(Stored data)
- - -
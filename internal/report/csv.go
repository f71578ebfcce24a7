package report

import (
	"bytes"
	"encoding/csv"
	"strconv"
	"strings"
)

// floatText writes x with strconv 'g' -1: the shortest text that parses
// back to the same float64 ("NaN", "+Inf", "-Inf" for non-finite values).
func floatText(x float64) string { return strconv.FormatFloat(x, 'g', -1, 64) }

func boolText(b bool) string {
	if b {
		return "true"
	}
	return "false"
}

// epochsHeader returns the fixed column order of epochs.csv: time, the fit,
// then per member (in Report.Members order) measured, predicted,
// sigma_residual, w, checkable, then per pattern value and std_dev.
func epochsHeader(r *Report) []string {
	h := []string{"time", "chi_square", "dof", "p_value", "rejected"}
	for _, m := range r.Members {
		h = append(h, m+"_measured_n", m+"_predicted_n", m+"_sigma_residual_n", m+"_w", m+"_checkable")
	}
	for _, p := range r.Patterns {
		h = append(h, p.Name+"_value", p.Name+"_std_dev")
	}
	return h
}

// maxCauses is the number of ranked causes written per event.
const maxCauses = 3

// eventsHeader is the fixed column order of events.csv: the event, the
// first maxCauses causes (with their size's standard deviation and their
// separability group, 0 when not grouped), the epoch the sizes are as of,
// and the unknown loads flagged when the alarm rose ("pattern z=..."
// joined by "; ").
func eventsHeader() []string {
	h := []string{"time", "rule", "subject", "kind", "w", "size", "size_unit", "message"}
	for i := 1; i <= maxCauses; i++ {
		p := "cause" + strconv.Itoa(i) + "_"
		h = append(h, p+"kind", p+"subject", p+"t", p+"size", p+"std", p+"unit", p+"group")
	}
	return append(h, "causes_at", "load_shifts")
}

func writeEventsCSV(buf *bytes.Buffer, r *Report) error {
	w := csv.NewWriter(buf)
	if err := w.Write(eventsHeader()); err != nil {
		return err
	}
	for _, e := range r.Events {
		row := []string{timeText(e.Time), string(e.Rule), e.Subject, string(e.Kind), floatText(e.W), floatText(e.Size), e.SizeUnit, e.Message}
		for i := 0; i < maxCauses; i++ {
			if i < len(e.Causes) {
				c := e.Causes[i]
				row = append(row, c.Kind.String(), c.Subject, floatText(c.T), floatText(c.Size), floatText(c.Std), c.Unit, strconv.Itoa(c.Group))
				continue
			}
			row = append(row, "", "", "", "", "", "", "")
		}
		at := ""
		if !e.CausesAt.IsZero() {
			at = timeText(e.CausesAt)
		}
		var shifts []string
		for _, l := range e.LoadShifts {
			shifts = append(shifts, l.Pattern+" z="+floatText(l.Z))
		}
		row = append(row, at, strings.Join(shifts, "; "))
		if err := w.Write(row); err != nil {
			return err
		}
	}
	w.Flush()
	return w.Error()
}
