func writeSummary(sb *strings.Builder, r *Report, sum *epochSummary) {
	rejected := sum.rejected
	raised := 0
	for _, e := range r.Events {
		if e.Kind == alerts.Raised {
			raised++
		}
	}
	sb.WriteString("<section id=\"summary\">\n<h2>Summary</h2>\n<table id=\"summary-table\">\n<tbody>\n")
	share := 0.0
	if sum.n > 0 {
		share = 100 * float64(rejected) / float64(sum.n)
	}
	fmt.Fprintf(sb, "<tr><th>epochs</th><td class=\"num\">%d</td></tr>\n", sum.n)
	fmt.Fprintf(sb, "<tr><th>epochs rejected by the global test</th><td class=\"num\">%d (%s %%)</td></tr>\n", rejected, num(share, 2))
	fmt.Fprintf(sb, "<tr><th>alarms raised</th><td class=\"num\">%d</td></tr>\n", raised)
	sb.WriteString("</tbody>\n</table>\n")
	sb.WriteString("<table id=\"member-summary\">\n<thead><tr><th>member</th><th>epochs measured</th><th>epochs checkable</th><th>largest |w|</th><th>epochs with |w| above k</th></tr></thead>\n<tbody>\n")
	for i, m := range r.Members {
		mf := sum.members[i]
		present, checkable, over, maxW := mf.present, mf.checkable, mf.over, mf.maxW
		fmt.Fprintf(sb, "<tr data-member=\"%s\"><td>%s</td><td class=\"num\">%d</td><td class=\"num\">%d</td><td class=\"num\">%s</td><td class=\"num\">%d</td></tr>\n",
			esc(m), esc(m), present, checkable, num(maxW, 2), over)
	}
	sb.WriteString("</tbody>\n</table>\n</section>\n")
}

// interval is one active alarm, from raised to cleared (or the period end).
type interval struct{ from, to int64 }

// alarmRows derives the active intervals per rule and subject from the
// events, in order of first appearance.
func alarmRows(r *Report, tr timeRange) (keys []string, rows map[string][]interval) {
	evs := append([]Event(nil), r.Events...)
	sort.SliceStable(evs, func(i, j int) bool { return evs[i].Time.Before(evs[j].Time) })
	rows = map[string][]interval{}
	open := map[string]int64{}
	for _, e := range evs {
		k := string(e.Rule) + ": " + e.Subject
		if _, ok := rows[k]; !ok {
			rows[k] = nil
			keys = append(keys, k)
		}
		t := e.Time.UnixNano()
		switch e.Kind {
		case alerts.Raised:
			if _, ok := open[k]; !ok {
				open[k] = t
			}
		case alerts.Cleared:
			if from, ok := open[k]; ok {
				rows[k] = append(rows[k], interval{from, t})
				delete(open, k)
			}
		}
	}
	for _, k := range keys {
		if from, ok := open[k]; ok {
			rows[k] = append(rows[k], interval{from, max(tr.t1, from)})
		}
	}
	return keys, rows
}

func writeTimeline(sb *strings.Builder, r *Report, sum *epochSummary) {
	tr := sum.tr
	keys, rows := alarmRows(r, tr)
	const rowH = 28
	h := float64(padT + padB + rowH*(len(keys)+1))
	f := frame{t0: tr.t0, t1: tr.t1, y0: 0, y1: 1, h: h}
	sb.WriteString("<section id=\"timeline\">\n<h2>Alarm timeline</h2>\n")
	sb.WriteString("<p>Active alarms per rule and subject (from raised to cleared), and the epochs the global test rejected.</p>\n")
	fmt.Fprintf(sb, `<svg id="alarm-timeline" class="plot" width="%d" height="%d" viewBox="0 0 %d %d" role="img" aria-label="alarm timeline" xmlns="http://www.w3.org/2000/svg">`+"\n",
		plotW, int(h), plotW, int(h))
	bottom := h - padB
	tt, layout := timeTicks(tr.t0, tr.t1)
	for _, t := range tt {
		x := px(f.x(t))
		fmt.Fprintf(sb, `<line class="grid" x1="%s" x2="%s" y1="%d" y2="%s"/><text x="%s" y="%s" text-anchor="%s">%s</text>`+"\n",
			x, x, padT, px(bottom), x, px(bottom+16), tickAnchor(f.x(t)), time.Unix(0, t).UTC().Format(layout))
	}
	// row 0: global test rejections; each rejected epoch covers one epoch
	// interval, and runs closer than a pixel are merged.
	y := padT
	fmt.Fprintf(sb, `<text class="row-label" x="%d" y="%d">global test rejected</text>`+"\n", padL+4, y+10)
	for _, iv := range sum.rejectedIntervals(f) {
		x0 := math.Max(f.x(iv.from), padL)
		x1 := math.Min(f.x(iv.to), plotW-padR)
		fmt.Fprintf(sb, `<rect class="reject" x="%s" y="%d" width="%s" height="%d"/>`+"\n", px(x0), y+13, px(math.Max(x1-x0, 1)), rowH-16)
	}
	for i, k := range keys {
		y := padT + rowH*(i+1)
		fmt.Fprintf(sb, `<g data-row="%s"><text class="row-label" x="%d" y="%d">%s</text>`, esc(k), padL+4, y+10, esc(k))
		for _, iv := range rows[k] {
			x0 := math.Max(f.x(iv.from), padL)
			x1 := math.Min(f.x(iv.to), plotW-padR)
			if x1 < x0+1 {
				x1 = x0 + 1
			}
			fmt.Fprintf(sb, `<rect class="alarm" x="%s" y="%d" width="%s" height="%d"/>`, px(x0), y+13, px(x1-x0), rowH-16)
		}
		sb.WriteString("</g>\n")
	}
	if len(keys) == 0 {
		fmt.Fprintf(sb, `<text class="note" x="%d" y="%d">no alarm events in this period</text>`+"\n", padL+4, padT+rowH+13)
	}
	sb.WriteString("</svg>\n</section>\n")
}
- - -
WHAT YOU ARE ASKED TO DO :: Word for word, restate the entries from the first line to the line that has "if err := w.Write(eventsHeader());", both included, and nothing else.

RESPONSE TO THIS TASK ::
filename internal/report/csv.go
repository f71578ebfcce24a7
package report

import (
	"bytes"
	"encoding/csv"
	"strconv"
	"strings"
)

// floatText writes x with strconv 'g' -1: the shortest text that parses
// back to the same float64 ("NaN", "+Inf", "-Inf" for non-finite values).
func floatText(x float64) string { return strconv.FormatFloat(x, 'g', -1, 64) }

func boolText(b bool) string {
	if b {
		return "true"
	}
	return "false"
}

// epochsHeader returns the fixed column order of epochs.csv: time, the fit,
// then per member (in Report.Members order) measured, predicted,
// sigma_residual, w, checkable, then per pattern value and std_dev.
func epochsHeader(r *Report) []string {
	h := []string{"time", "chi_square", "dof", "p_value", "rejected"}
	for _, m := range r.Members {
		h = append(h, m+"_measured_n", m+"_predicted_n", m+"_sigma_residual_n", m+"_w", m+"_checkable")
	}
	for _, p := range r.Patterns {
		h = append(h, p.Name+"_value", p.Name+"_std_dev")
	}
	return h
}

// maxCauses is the number of ranked causes written per event.
const maxCauses = 3

// eventsHeader is the fixed column order of events.csv: the event, the
// first maxCauses causes (with their size's standard deviation and their
// separability group, 0 when not grouped), the epoch the sizes are as of,
// and the unknown loads flagged when the alarm rose ("pattern z=..."
// joined by "; ").
func eventsHeader() []string {
	h := []string{"time", "rule", "subject", "kind", "w", "size", "size_unit", "message"}
	for i := 1; i <= maxCauses; i++ {
		p := "cause" + strconv.Itoa(i) + "_"
		h = append(h, p+"kind", p+"subject", p+"t", p+"size", p+"std", p+"unit", p+"group")
	}
	return append(h, "causes_at", "load_shifts")
}

func writeEventsCSV(buf *bytes.Buffer, r *Report) error {
	w := csv.NewWriter(buf)
	if err := w.Write(eventsHeader()); err != nil {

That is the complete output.